WHAT NEEDS TO BE DONE
Search the listing below for the string "interface" and copy every line where it occurs.

ENTRIES PROVIDED
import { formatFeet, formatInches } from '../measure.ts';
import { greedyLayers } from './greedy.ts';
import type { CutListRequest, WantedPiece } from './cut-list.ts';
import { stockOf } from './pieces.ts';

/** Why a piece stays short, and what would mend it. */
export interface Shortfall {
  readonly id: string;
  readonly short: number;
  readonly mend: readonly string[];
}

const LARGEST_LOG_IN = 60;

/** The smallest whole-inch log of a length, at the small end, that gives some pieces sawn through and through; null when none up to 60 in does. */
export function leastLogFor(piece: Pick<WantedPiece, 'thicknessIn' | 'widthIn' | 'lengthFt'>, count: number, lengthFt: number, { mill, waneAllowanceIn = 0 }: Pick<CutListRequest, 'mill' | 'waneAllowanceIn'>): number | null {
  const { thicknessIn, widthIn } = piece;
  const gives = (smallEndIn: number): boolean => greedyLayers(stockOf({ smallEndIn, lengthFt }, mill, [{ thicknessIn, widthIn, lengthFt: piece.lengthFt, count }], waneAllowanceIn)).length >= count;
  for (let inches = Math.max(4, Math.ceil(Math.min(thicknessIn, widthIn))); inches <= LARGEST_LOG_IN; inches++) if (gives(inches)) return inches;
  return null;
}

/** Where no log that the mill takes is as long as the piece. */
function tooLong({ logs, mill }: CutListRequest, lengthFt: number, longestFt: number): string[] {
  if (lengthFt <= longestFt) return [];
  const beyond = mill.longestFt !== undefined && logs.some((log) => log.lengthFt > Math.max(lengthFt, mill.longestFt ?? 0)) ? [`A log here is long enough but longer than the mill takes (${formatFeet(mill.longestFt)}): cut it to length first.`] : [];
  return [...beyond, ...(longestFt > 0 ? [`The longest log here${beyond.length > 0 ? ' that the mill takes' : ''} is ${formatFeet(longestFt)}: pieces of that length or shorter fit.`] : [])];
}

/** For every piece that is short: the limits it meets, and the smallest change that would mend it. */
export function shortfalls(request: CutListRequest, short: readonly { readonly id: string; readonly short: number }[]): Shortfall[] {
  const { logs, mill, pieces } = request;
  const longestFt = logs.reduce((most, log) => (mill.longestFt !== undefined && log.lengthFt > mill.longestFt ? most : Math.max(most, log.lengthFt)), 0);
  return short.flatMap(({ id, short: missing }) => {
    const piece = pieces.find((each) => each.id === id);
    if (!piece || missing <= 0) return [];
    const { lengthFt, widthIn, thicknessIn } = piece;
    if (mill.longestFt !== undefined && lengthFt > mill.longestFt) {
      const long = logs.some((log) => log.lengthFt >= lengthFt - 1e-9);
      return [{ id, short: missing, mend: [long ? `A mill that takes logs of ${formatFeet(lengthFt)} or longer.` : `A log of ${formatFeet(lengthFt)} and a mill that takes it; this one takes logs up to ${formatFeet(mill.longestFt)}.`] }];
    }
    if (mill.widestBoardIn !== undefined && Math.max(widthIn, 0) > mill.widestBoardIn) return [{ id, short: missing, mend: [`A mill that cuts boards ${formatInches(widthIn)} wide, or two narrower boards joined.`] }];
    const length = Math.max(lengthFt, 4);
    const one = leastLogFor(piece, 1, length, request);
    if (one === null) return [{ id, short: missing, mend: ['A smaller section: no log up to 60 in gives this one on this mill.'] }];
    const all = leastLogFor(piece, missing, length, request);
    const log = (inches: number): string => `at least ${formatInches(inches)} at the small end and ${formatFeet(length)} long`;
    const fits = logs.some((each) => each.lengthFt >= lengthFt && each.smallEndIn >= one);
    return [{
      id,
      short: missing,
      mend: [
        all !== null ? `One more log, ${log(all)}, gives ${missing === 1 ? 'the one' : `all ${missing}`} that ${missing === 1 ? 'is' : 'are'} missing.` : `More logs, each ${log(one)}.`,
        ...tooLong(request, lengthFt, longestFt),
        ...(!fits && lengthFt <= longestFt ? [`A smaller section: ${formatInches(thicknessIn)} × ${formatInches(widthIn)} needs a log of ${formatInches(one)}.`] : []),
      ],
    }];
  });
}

* * *

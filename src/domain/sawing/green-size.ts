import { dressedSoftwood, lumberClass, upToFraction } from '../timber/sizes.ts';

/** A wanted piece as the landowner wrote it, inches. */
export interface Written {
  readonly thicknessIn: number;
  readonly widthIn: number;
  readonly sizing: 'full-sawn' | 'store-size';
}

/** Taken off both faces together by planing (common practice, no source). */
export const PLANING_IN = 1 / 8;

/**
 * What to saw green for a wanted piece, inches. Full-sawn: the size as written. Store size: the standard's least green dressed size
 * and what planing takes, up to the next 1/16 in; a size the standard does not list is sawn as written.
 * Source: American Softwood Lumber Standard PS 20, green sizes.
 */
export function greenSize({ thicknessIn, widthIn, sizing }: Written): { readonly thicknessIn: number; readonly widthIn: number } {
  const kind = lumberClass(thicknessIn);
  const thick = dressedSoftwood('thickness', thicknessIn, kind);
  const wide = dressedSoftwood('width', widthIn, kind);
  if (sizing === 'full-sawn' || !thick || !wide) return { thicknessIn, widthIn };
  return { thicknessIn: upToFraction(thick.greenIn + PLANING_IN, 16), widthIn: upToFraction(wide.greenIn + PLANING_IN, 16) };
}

ANSWER FOR THIS EXERCISE
export interface Shortfall {
export interface Written {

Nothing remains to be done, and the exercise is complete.